A few of the leaves on my Swords, and Anubias are yellowing. A few of the leaves on the Swords are actually turning opaque, and then die. The plants have been in the tank for about 3 months. I had some die off a short time after they were planted, and they rebounded with new leaves. I have twin tube 6500K lights, that are on for 7 hrs per day.(64 watts over a 40 long tank) I dose Flourish Comprehensive once a week. The Swords have root tabs under them. I dose Flourish excel once daily. With the flourish comp. and root tabs could it still possibly be a potassium, or iron deficencY? I am having a slight Staghorn, BBA algae problem. The yellowing started before the algae issue.


----------



## GreenyFunkyMonkey (Nov 27, 2012)

Yellowing leaves can mean several things. Since you use fert tabs it may mean you do not have enough Co2 in the water.


----------



## foster (Sep 2, 2012)

No CO2 injection, just using API co2 booster.


----------



## jrman83 (Jul 9, 2010)

It will only be a CO2 problem if the light is too much. Addittional CO2 is not needed if these are standard fl. bulbs? What type of bulbs do you have?

Are these new leaves yellowing or old ones? Anubias leaves start off sort of yellow and darken as they age. Many of mine do that.


----------



## foster (Sep 2, 2012)

The bulbs are 32watt ZooMed Ultra sun 6500K. Some are older leaves, and one of the Anubias leaves is a new one. The leaves on the Sword are all older ones.


----------



## James0816 (Jun 19, 2009)

No CO2 required for Swords and Anubias. Are there other plants in there that you are using the booster for?
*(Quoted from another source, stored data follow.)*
def safe_text(text: str) -> str:
    """Text with control characters made visible: ``safe_text("a\x1b[31mb")`` -> 'a\u241b[31mb'."""
    return text.translate(_CONTROLS)


def _pieces(info: Any, ids: list[int]) -> list[str]:
    """Each token's text in running text (byte and space markers decoded: `tokenizer.pieces`)."""
    from ..tokenizer.pieces import running_text

    return [safe_text(p) for p in running_text(info, ids)]  # control characters made visible


def _runs(flags: list[bool]) -> list[tuple[int, int]]:
    runs, start = [], None
    for i, f in enumerate(flags + [False]):
        if f and start is None:
            start = i
        elif not f and start is not None:
            runs.append((start, i))
            start = None
    return runs


RANDOM_OPEN, RANDOM_CLOSE = "<", ">"
_RANDOM_COLOR = "\x1b[1;37;45m"
_RUN_COLOR = "\x1b[1;30;43m"


def mark_random(pieces: list[str], tokenizer: Any, ids: list[int], random: list[bool],
                color: bool = False) -> list[str]:
    """Pieces with every random replacement shown apart: `` <piece>`` (its vocabulary string).

    >>> mark_random([" the", "ric"], tok, [5, 9], [False, True])  # doctest: +SKIP
    [' the', ' <##ric>']
    """
    out = list(pieces)
    for i in [k for k, r in enumerate(random) if r]:
        text = f"{RANDOM_OPEN}{safe_text(_vocab_text(tokenizer, int(ids[i])))}{RANDOM_CLOSE}"
        if color:
            text = f"{_RANDOM_COLOR}{text}\x1b[0m{_RUN_COLOR}"
        out[i] = " " + text
    return out


def _vocab_text(tokenizer: Any, token_id: int) -> str:
    """A vocabulary entry as text: WordPiece strings as they are (``##ric``); byte-level and
    metaspace pieces decoded (a leading space shown as ``␣``, part of a character as ``…``)."""
    from ..tokenizer.pieces import PARTIAL, SPACE_MARK

    raw = tokenizer.id_to_token(token_id) or "?"
    piece = tokenizer.decode([token_id], skip_special_tokens=False)
    if piece == raw:
        return raw
    if "\ufffd" in piece:
        return PARTIAL
    return (
        (SPACE_MARK if piece[:1].isspace() else "") + piece.strip() if piece.strip() else SPACE_MARK
    )


def _render(pieces: list[str], runs: list[tuple[int, int]], color: bool) -> str:
    out, pos = [], 0
    for a, b in runs:
        out.append("".join(pieces[pos:a]))
        inner = "".join(pieces[a:b])
        lead = inner[: len(inner) - len(inner.lstrip())]
        inner = inner.lstrip()
        out.append(lead + (f"{_RUN_COLOR}{inner}\x1b[0m" if color else "{" + inner + "}"))
        pos = b
    out.append("".join(pieces[pos:]))
    return "".join(out).strip()


def format_examples(directory: str | Path, *, n: int = 3, color: bool = False) -> str:
    """The first `n` rows of a shards directory, readable, masked runs marked.

    >>> print(format_examples("shards/", n=1))  # doctest: +SKIP
    """
    from ..tokenizer.encoding import load_tokenizer

    ss = open_shards(directory)
    tok_path = ss.metadata("tokenizer.json")
    if not tok_path.is_file():
        raise MaskprepError(
            f"{tok_path}: missing; the shards directory keeps a copy of its tokenizer"
        )
    tokenizer = load_tokenizer(tok_path).tokenizer
    mask_id = int(ss.manifest.tokenizer["mask_token_id"])
    o = ss.options
    words = o.get("words", {"definition": "tokenizer"})
    lines = [
        f"{ss.directory}: {plural(len(ss), 'row')}, strategy {o['strategy']}, "
        f"words {words['definition']}, rate {o['rate']}, mix "
        f"{'/'.join(str(x) for x in o['mix'])}, seed {o['seed']}, "
        + ("dynamic (masked here on the fly with each row's copy)" if ss.dynamic else "static"),
        ("masked runs in colour" if color else "{...} a masked run")
        + f"; {RANDOM_OPEN}piece{RANDOM_CLOSE} a random replacement, shown as its vocabulary piece "
        "(not joined to the word before it)",
    ]
    shown = 0
    for record in ss.manifest.shards:
        row_in_file = 0
        for batch in ss.file_batches(record):
            masked, labels = ss.mask(batch) if ss.dynamic else (batch["input_ids"], batch["labels"])
            for r in range(len(masked)):
                if shown >= n:
                    return "\n".join(lines)
                length = int(batch["attention_mask"][r].sum())
                shown_ids = masked[r, :length].tolist()
                lab = labels[r, :length]
                target = (lab != IGNORE_LABEL).tolist()
                orig_ids = np.where(lab != IGNORE_LABEL, lab, masked[r, :length]).tolist()
                runs = _runs(target)
                seq = int(batch["sequence_id"][r])
                lines.append("")
                lines.append(
                    f"{record.file} row {row_in_file + r}: "
                    f"sequence {seq >> 32}:{seq & 0xFFFFFFFF}, copy {record.copy}, "
                    f"{plural(length, 'token')}, {plural(sum(target), 'target')} in "
                    f"{plural(len(runs), 'run')}"
                    + (f", {masked.shape[1] - length} padding" if length < masked.shape[1] else "")
                )
                random = [
                    t and s != mask_id and s != o for t, s, o in zip(target, shown_ids, orig_ids)
                ]
                in_context = _pieces(tokenizer, shown_ids)
                p_shown = mark_random(in_context, tokenizer, shown_ids, random)
                p_orig = _pieces(tokenizer, orig_ids)
                lines.append(
                    "  input:    "
                    + _render(
                        mark_random(in_context, tokenizer, shown_ids, random, color)
                        if color
                        else p_shown,
                        runs,
                        color,
                    )
                )
                lines.append("  original: " + _render(p_orig, runs, color))
                parts = []
                for a, b in runs:
                    how = [
                        "mask"
                        if shown_ids[i] == mask_id
                        else "keep"
                        if shown_ids[i] == orig_ids[i]
                        else "random"
                        for i in range(a, b)
                    ]
                    text = "".join(p_orig[a:b]).strip()
                    seen = "".join(p_shown[a:b]).strip()
                    kinds = ", ".join(
                        f"{how.count(k)} {k}" for k in ("mask", "random", "keep") if k in how
                    )
                    parts.append(
                        f"{text!r} -> {seen!r}" + ("" if set(how) == {"mask"} else f" ({kinds})")
                    )
                lines.append("  targets:  " + ("; ".join(parts) if parts else "(none)"))
                shown += 1
            row_in_file += len(masked)
    return "\n".join(lines)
Anyway, sounds like a possible iron deficiency.


----------



## jrman83 (Jul 9, 2010)

On the Sword I would only be concerned with new leaves. Give the Anubias a little time. Just about all of my new leaves start a little yellow and darken as they age. You can also try dosing some iron, it may speed up the process.


----------



## tbub1221 (Nov 1, 2012)

hey bud , sorry your plants are hurting some , i didnt look at all the posts as im on a phone and just skimming but do you use co2 or any other boosters (im sure someone has sead all this.) plants yellowing can mean a lot. but the plants your growing are easy and hardy so if they are getting proper light and there arent any high demand plants in with them it could be iron. not sure where ur located but i use a simple api product (not a salesman sorry) it just seems to make my guys more lush and crisper in coloration. i have now 17 plant verietys in 2 planted tanks.. i almost enjoy my plants as much as the fish.. the api product is Leaf Zone it contains both chelated iron, to promote growth and prevent yellow, decaying leaves, and potassium, which aids in photosynthesis and cell pressure maintenance for strong, hardy and colorful leaves. For use in aquariums containing freshwater fish and plants. just this week i got myself a purple waffle hemigraphis which will be at my home on Thursday and i know nothing about..


----------



## jrman83 (Jul 9, 2010)

I'm on my phone and can't search, but that purple plant sounds non-aquatic.


----------



## James0816 (Jun 19, 2009)

yep...purple waffle is not a true aquatic plant.


----------